Platform-dependent library method summaries for the JDK and third-party libraries
Library functions can be characterized by their functional behavior, such as pre- and postconditions, and non-functional behavior, such as performance in terms of time and memory usage. The functional behavior of library functions is usually specified by their API documentation and is (ideally) stable across different versions of a library. The non-functional behavior must be inferred from the actual implementation of the library, and may vary widely across different versions of a library.
To accomodate both api and implementation-dependent characteristics of library functions we provide three sets of summaries:
- api: these summaries are based on the API documentation (if available) and contain pre- and postconditions, taint transfer relations, side effects, exceptions thrown (as documented), string sinks, and resource sinks. Only one set of api summaries is provided per library;
- profiled: these summaries contain CPU time cost relations obtained via dynamic analysis, that is, direct profiling of the methods in various contexts. A separate set of summaries is provided for each version of a library;
- supplement: these summaries contain supplemental information obtained by CodeHawk static analysis of the particular version of the library, including CPU time cost based on cost model analysis, but potentially also more precise taint transfer information based on private fields not exposed in the API documentation. A separate set of summaries is provided for each version of a library.
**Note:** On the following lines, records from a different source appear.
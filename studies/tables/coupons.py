"""Broken coupons, and those that held."""

from __future__ import annotations

import numpy as np
from numpy.typing import NDArray

from pullback.studies.faults import BadInput, shown
from pullback.studies.study import CouponsTable
from pullback.studies.tables.table import Table

Array = NDArray[np.float64]
ELONGATION, STRESS = "elongation at break", "nominal stress at break"
KNOWN = (ELONGATION, STRESS, "broke", "volume")
NOT_USED = ("speed", "temperature")
_BROKE = {"yes": True, "no": False, "clamp": False}


def read_coupons(table: Table, criterion: str, volume: float | None, weakest_link: bool) -> CouponsTable:
    """One row a coupon; the criterion's column is needed, the other one may be there.

    `volume` (mm³) holds for all where there is no such column; it is needed for the weakest link. Without a column
    `broke` all broke.
    """
    needed, other = (ELONGATION, STRESS) if criterion == "elongation" else (STRESS, ELONGATION)
    dimension = {ELONGATION: "relative", STRESS: "stress"}
    table.require(needed)
    values = {needed: table.numbers(needed, dimension[needed], low=0.0, zero=False)}
    absent = np.full(len(table.cells), np.nan)
    values[other] = table.numbers(other, dimension[other], True, 0.0, False) if table.has(other) else absent
    return CouponsTable(
        values[ELONGATION], values[STRESS], _broke(table), _volume(table, volume, weakest_link), table.rows
    )


def distinct_failures(coupons: CouponsTable, criterion: str) -> int:
    """How many different values of the criterion's measure broken coupons have."""
    measure = coupons.elongation if criterion == "elongation" else coupons.stress
    return int(np.unique(measure[coupons.broke]).size)


def _broke(table: Table) -> NDArray[np.bool_]:
    if not table.has("broke"):
        return np.ones(len(table.cells), dtype=bool)
    words = [w.lower() for w in table.labels("broke")]
    bad = np.array([w not in _BROKE for w in words])
    table.faults_where(bad, "broke", lambda k: shown(words[k]), "yes, no or clamp")
    return np.array([_BROKE[w] for w in words])


def _volume(table: Table, common: float | None, needed: bool) -> Array:
    if table.has("volume"):
        return table.numbers("volume", "volume", low=0.0, zero=False)
    if common is None and needed:
        expected = "a column volume, or coupon_volume in [strength], which weakest-link scatter scales with"
        raise BadInput(table.fault(None, "volume", "nothing", expected))
    return np.full(len(table.cells), np.nan if common is None else common)
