"""Prior distributions, each written as a map from one unconstrained coordinate z to the value.

For a proper prior the map is its quantile function composed with the normal distribution function, so that the
prior of z is exactly the standard normal, whatever the family: the Jacobian of the change of variable never has to be
written again, and 1 - var(z | data) is the share of a parameter that the data determine. A flat prior is flat in z.
"""

from __future__ import annotations

from dataclasses import dataclass
from typing import Protocol

import numpy as np
from numpy.typing import NDArray
from scipy import special

Array = NDArray[np.float64]
_LOG_ROOT_2PI = 0.5 * np.log(2.0 * np.pi)


class Prior(Protocol):
    """One unknown's prior; `z` and values are arrays of any one shape."""

    @property
    def proper(self) -> bool:
        """Whether the prior is a probability distribution; a flat one is not."""

    def value(self, z: Array) -> Array:
        """The value at the unconstrained coordinate z."""

    def slope(self, z: Array) -> Array:
        """d value / d z."""

    def coordinate(self, value: Array) -> Array:
        """The unconstrained coordinate of a value."""

    def log_ratio(self, z: Array, factor: float) -> Array:
        """Log density of the same prior with its scale times `factor`, over that of the prior itself, at z."""

    def __str__(self) -> str: ...


def log_prior(prior: Prior, z: Array) -> Array:
    """Log density of z under its own prior: standard normal, or zero for a flat one."""
    return -0.5 * z * z if prior.proper else np.zeros_like(z)


def _normal_log_ratio(z: Array, factor: float) -> Array:
    return 0.5 * z * z * (1.0 - 1.0 / factor**2) - np.log(factor)


@dataclass(frozen=True)
class Normal:
    """Normal distribution, `mean` and standard deviation `sd` in the value's unit."""

    mean: float
    sd: float
    proper: bool = True

    def value(self, z: Array) -> Array:
        """mean + sd z."""
        return self.mean + self.sd * z

    def slope(self, z: Array) -> Array:
        """sd, for every z."""
        return np.full_like(z, self.sd)

    def coordinate(self, value: Array) -> Array:
        """(value - mean) / sd."""
        return (np.asarray(value, float) - self.mean) / self.sd

    def log_ratio(self, z: Array, factor: float) -> Array:
        """See `Prior.log_ratio`."""
        return _normal_log_ratio(z, factor)

    def __str__(self) -> str:
        return f"normal, mean {self.mean:g}, standard deviation {self.sd:g}"


@dataclass(frozen=True)
class LogNormal:
    """Log-normal distribution with `median` and geometric standard deviation `gsd` (> 1).

    A negative median mirrors the distribution, for parameters that are negative by nature.
    """

    median: float
    gsd: float
    proper: bool = True

    def value(self, z: Array) -> Array:
        """median gsd^z."""
        return self.median * np.exp(np.log(self.gsd) * z)

    def slope(self, z: Array) -> Array:
        """log(gsd) times the value."""
        return np.log(self.gsd) * self.value(z)

    def coordinate(self, value: Array) -> Array:
        """log(value / median) / log(gsd)."""
        return np.log(np.asarray(value, float) / self.median) / np.log(self.gsd)

    def log_ratio(self, z: Array, factor: float) -> Array:
        """See `Prior.log_ratio`; the scale is that of the logarithm."""
        return _normal_log_ratio(z, factor)

    def __str__(self) -> str:
        return f"log-normal, median {self.median:g}, geometric standard deviation {self.gsd:g}"


@dataclass(frozen=True)
class Uniform:
    """Uniform distribution between `low` and `high`."""

    low: float
    high: float
    proper: bool = True

    def value(self, z: Array) -> Array:
        """low + (high - low) Phi(z)."""
        return self.low + (self.high - self.low) * special.ndtr(z)

    def slope(self, z: Array) -> Array:
        """(high - low) phi(z)."""
        return (self.high - self.low) * np.exp(-0.5 * z * z - _LOG_ROOT_2PI)

    def coordinate(self, value: Array) -> Array:
        """Phi^-1 of the fraction of the interval below the value."""
        return special.ndtri((np.asarray(value, float) - self.low) / (self.high - self.low))

    def log_ratio(self, z: Array, factor: float) -> Array:
        """See `Prior.log_ratio`; the interval keeps its middle."""
        off = np.abs(special.ndtr(z) - 0.5)
        return np.where(off <= 0.5 * factor, -np.log(factor), -np.inf)

    def __str__(self) -> str:
        return f"uniform between {self.low:g} and {self.high:g}"


@dataclass(frozen=True)
class HalfNormal:
    """Absolute value of a normal variable with mean zero and standard deviation `scale`."""

    scale: float
    proper: bool = True

    def value(self, z: Array) -> Array:
        """scale times the half-normal quantile of Phi(z), accurate in the upper tail."""
        return -self.scale * special.ndtri(0.5 * special.ndtr(-z))

    def slope(self, z: Array) -> Array:
        """phi(z) / (2 phi(value / scale) / scale)."""
        t = self.value(z) / self.scale
        return 0.5 * self.scale * np.exp(0.5 * (t * t - z * z))

    def coordinate(self, value: Array) -> Array:
        """Phi^-1 of the half-normal distribution function."""
        return -special.ndtri(2.0 * special.ndtr(-np.asarray(value, float) / self.scale))

    def log_ratio(self, z: Array, factor: float) -> Array:
        """See `Prior.log_ratio`."""
        return _normal_log_ratio(self.value(z) / self.scale, factor)

    def __str__(self) -> str:
        return f"half-normal, scale {self.scale:g}"


@dataclass(frozen=True)
class Flat:
    """Flat in the value (improper); z counts from `start` in steps of `unit`."""

    start: float
    unit: float
    proper: bool = False

    def value(self, z: Array) -> Array:
        """start + unit z."""
        return self.start + self.unit * z

    def slope(self, z: Array) -> Array:
        """unit, for every z."""
        return np.full_like(z, self.unit)

    def coordinate(self, value: Array) -> Array:
        """(value - start) / unit."""
        return (np.asarray(value, float) - self.start) / self.unit

    def log_ratio(self, z: Array, factor: float) -> Array:
        """Zero: a flat prior has no scale."""
        return np.zeros_like(z)

    def __str__(self) -> str:
        return "flat"


@dataclass(frozen=True)
class FlatLog:
    """Flat in the logarithm of a positive value (improper); value = start exp(unit z)."""

    start: float
    unit: float = 1.0
    proper: bool = False

    def value(self, z: Array) -> Array:
        """start exp(unit z)."""
        return self.start * np.exp(self.unit * z)

    def slope(self, z: Array) -> Array:
        """unit times the value."""
        return self.unit * self.value(z)

    def coordinate(self, value: Array) -> Array:
        """log(value / start) / unit."""
        return np.log(np.asarray(value, float) / self.start) / self.unit

    def log_ratio(self, z: Array, factor: float) -> Array:
        """Zero: a flat prior has no scale."""
        return np.zeros_like(z)

    def __str__(self) -> str:
        return "flat in the logarithm"


@dataclass(frozen=True)
class Varies:
    """Differs from part to part or from use to use: scatter, not ignorance."""

    prior: Normal | LogNormal | Uniform | HalfNormal


Proper = Normal | LogNormal | Uniform | HalfNormal
Quantity = float | Proper
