"""One cell of a table: missing, a number with a point or a comma, or neither."""

from __future__ import annotations

import re

_MISSING = {"", "-", "n/a", "nan"}
_NUMBER = re.compile(r"[+-]?(?:[0-9]+[.,]?[0-9]*|[.,][0-9]+)(?:[eE][+-]?[0-9]+)?")
_INFINITE = re.compile(r"[+-]?inf(inity)?", re.IGNORECASE)


def is_missing(cell: str) -> bool:
    """Whether the cell stands for a reading that was not taken."""
    return cell.lower() in _MISSING


def is_number(cell: str) -> bool:
    """Whether the cell is one number, with a decimal point or a decimal comma."""
    return bool(_NUMBER.fullmatch(cell.replace("−", "-")))


def number(cell: str) -> float:
    """The cell's number; raises ValueError, with what was expected, where it is none or is not finite."""
    plain = cell.replace("−", "-")
    if _INFINITE.fullmatch(plain):
        raise ValueError("a finite number")
    if not _NUMBER.fullmatch(plain):
        raise ValueError("a number")
    return float(plain.replace(",", "."))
Python scripts are provided to generate templates for these three sets of summaries and to integrate them into a summaries that combine the information, giving preference to information obtained from dynamic analysis over information obtained from static analysis, if both are available.
This repository is organized as follows:
The bin directory holds the CodeHawk executables called by the scripts to generate summary temlates, integrate the api, profiled, and supplement version into a combined summary, and to inspect the resulting library-summary jar for inconsistencies. The source code for these executables is in the codehawk repository.
The lib-api directory holds api-summaries for third party libraries, such as the apache libraries. Currently 26 libraries are provided covering 441 classes. Jdk-api summaries are included with the CodeHawk Java Analyzer source code in the codehawk repository (currently covering close to 1000 classes and 10,000 methods).
The lib-reference directory holds the different versions of the library jars (with class files) that have been (partially) summarized. These jars are the basis for generating the summary templates, performing the profiling, and statically computing cost models for the supplemental summaries.
The platforms directory is intended to hold different combinations of machines (JVM) and JDK's. At this point we include only platform, the reference machine used in the DARPA STAC program with OpenJDK 8 version 121 installed.
The information for each platform is organized as follows:
- export: summary jars with integrated (api+profiled+supplement) summaries for each version of a library. These jars can be directly imported in the CodeHawk Java Analyzer.
- jdk-reference: class file jars associated with the platform (typically, rt.jar, jsse.jar, jce.jar)
- jdk-summaries: profiled and supplement summaries for the platform JDK
- lib-summaries: profiled and supplement summaries for third-party libraries running on this platform
Java code infrastructure to perform profiling.
Python scripts to generate, integrate, and inspect jdk and library summaries.